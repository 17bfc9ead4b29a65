package model

import (
	"fmt"
	"slices"

	"kern/checker/action"
	"kern/lang"
	"kern/lang/unit"
)

// cases reads the load cases.
func (b *builder) cases() {
	env := b.env
	for _, d := range b.of("case") {
		r := b.reader(d)
		name := r.name("a load case")
		if name == nil {
			continue
		}
		c := &Case{Place: r.place(name.Span)}
		c.Name = name.Text
		n := env.Names[c.Name]
		if n == nil || n.Stmt != d.stmt {
			continue // given twice, or a word that the language has taken
		}
		n.Index = len(env.Cases)
		env.Cases = append(env.Cases, c)
		kind, ok := r.wordOf("the kind of action", action.KindWords()...)
		if !ok {
			c.Bad = true
			continue
		}
		c.Kind = action.KindNames[kind]
		if e := r.peek(); e != nil && e.Kind == lang.StringExpr {
			r.take()
			c.Given = e.Text
			c.Category, ok = category(c.Kind, e.Text)
			switch {
			case ok:
			case c.Kind == action.Imposed || c.Kind == action.Snow:
				r.fail("unknown-category", e.Span, "'%s' is no category of %s action: %s", e.Text, lang.A(kind), categories[c.Kind])
			default:
				r.problem(lang.Problem{Rule: "unknown-category", Span: e.Span, Message: lang.A(kind) + " action has no category",
					Fixes: []lang.Fix{lang.Replace("Remove it", false, e.Span, "")}})
			}
		}
		r.psi(c)
		r.end()
		c.Bad = r.failed
		if env.Basis.Actions == basicStandard && !c.Bad && (c.Kind == action.Temperature || c.Kind == action.Accident) {
			c.Bad = true
			r.problem(lang.Problem{Rule: "action-not-combined", Span: name.Span, Message: fmt.Sprintf("the case '%s' is a %s action, which is not among the basic combinations of %s: write its combinations out, without an actions standard", c.Name, c.Kind, basicStandard)})
		}
		if env.Basis.Actions == actionsStandard && c.Kind == action.Rain && !c.Bad && c.Stated != [3]bool{true, true, true} {
			c.Bad = true
			r.problem(lang.Problem{Rule: "action-not-combined", Span: name.Span, Message: fmt.Sprintf("%s has no combination values for rain: state psi_0, psi_1 and psi_2 of the case '%s' with the reason", actionsStandard, c.Name)})
		}
		if env.Basis.Actions == actionsStandard && !c.Bad && c.Kind.Variable() {
			if _, ok := env.Basis.Combining.Values.Psi(c.Case); !ok {
				c.Bad = true
				r.problem(lang.Problem{Rule: "missing-category", Span: name.Span, Message: fmt.Sprintf("the case '%s' needs a category for the combinations of %s: %s", c.Name, env.Basis.Actions, categories[c.Kind]),
					Fixes: []lang.Fix{lang.Replace("Add a category", false, lang.Span{Start: d.stmt.Line.End, End: d.stmt.Line.End}, map[action.Kind]string{action.Imposed: ` "B"`, action.Snow: ` "below 1000 m"`}[c.Kind])}})
			}
		}
	}
	if len(env.Cases) == 0 {
		c := &Case{}
		c.Name = "load"
		env.Cases = append(env.Cases, c)
	}
	env.caseNames = make([]*Named, len(env.Cases)+1)
	for i, c := range env.Cases {
		env.caseNames[i] = env.Names[c.Name]
	}
	env.SelfWeight = -1
	for i, c := range env.Cases {
		if c.Kind == action.Permanent && !c.Bad {
			env.SelfWeight = i
			break
		}
	}
	if env.SelfWeight < 0 {
		c := &Case{}
		c.Name = "selfweight"
		env.SelfWeight = len(env.Cases)
		env.Cases = append(env.Cases, c)
	}
}

// Declared tells whether the calculation declares load cases of its own.
func (env *Env) Declared() bool {
	return len(env.Cases) > 0 && env.Cases[0].Place.Decl != nil
}

var categories = map[action.Kind]string{
	action.Permanent: "it has none",
	action.Imposed:   `"A" homes, "B" offices, "C1" to "C5" congregation, "D1", "D2" shops, "E1", "E2" storage, "F", "G" vehicles, "H" roofs (EN 1990 Table A1.1); "assembly" or "garage" for ASCE/SEI 7`,
	action.Snow:      `"below 1000 m" or "above 1000 m" (height above sea level, EN 1990 Table A1.1)`,
	action.RoofLive:  "it has none", action.Rain: "it has none",
	action.Wind: "it has none", action.Temperature: "it has none", action.Accident: "it has none", action.Earthquake: "it has none",
}

// psi reads the psi values that a case states for itself.
func (r *reader) psi(c *Case) {
	words := []string{"psi_0", "psi_1", "psi_2"}
	first := r.peek()
	for {
		at := r.peek()
		w, ok := r.word(words...)
		if !ok {
			if c.Stated != [3]bool{} { // behind a comma
				r.wordOf("the next value", words...)
			}
			return
		}
		i := slices.Index(words, w)
		switch {
		case !c.Kind.Variable():
			r.fail("left-over", at.Span, "%s action has no %s: it is for variable ones", lang.A(c.Kind.String()), w)
			return
		case c.Stated[i]:
			r.fail("value-given-twice", at.Span, "%s is given twice", w)
			return
		}
		if e := r.peek(); e != nil && e.Kind == lang.QuantExpr && slices.Contains(words, e.Text) {
			end := e.UnitSpan().Start
			for end > 0 && r.decl.Text[end-1] == ' ' {
				end--
			}
			r.problem(lang.Problem{Rule: "wrong-form", Span: e.UnitSpan(), Message: "psi values stand with commas between them: psi_0 0.5, psi_1 0.2",
				Fixes: []lang.Fix{lang.Replace("Put a comma between them", false, lang.Span{Start: end, End: end}, ",")}})
			return
		}
		if c.Own[i], _, ok = r.quantity(want{what: w, min: 1e-3, max: 1, zero: true}); !ok {
			return
		}
		c.Stated[i] = true
		if comma := r.peek(); comma == nil || comma.Kind != lang.CommaExpr {
			break
		}
		r.take()
	}
	if p, ok := r.env.Basis.Combining.Values.Psi(c.Case); ok && p[2] > p[1] {
		r.fail("impossible-value", first.Span, "psi_2 = %s is more than psi_1 = %s: what is exceeded for more of the time is less (EN 1990 4.1.3)", unit.Exact(p[2]), unit.Exact(p[1]))
		return
	}
	c.Because, _ = r.because()
}

// category reads a category of EN 1990 Table A1.1, with the subdivisions of EN
// 1991-1-1 Tables 6.1 and 6.3.
func category(kind action.Kind, text string) (string, bool) {
	switch kind {
	case action.Imposed:
		switch text {
		case action.Assembly, action.Garage:
			return text, true
		case "A", "B", "C", "C1", "C2", "C3", "C4", "C5", "D", "D1", "D2", "E", "E1", "E2", "F", "G", "H":
			return text[:1], true
		}
	case action.Snow:
		if text == action.SnowLow || text == action.SnowHigh {
			return text, true
		}
	}
	return "", false
}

Task requirements: A single number is the answer: how many lines of the material contain "false"?

Exercise result: 4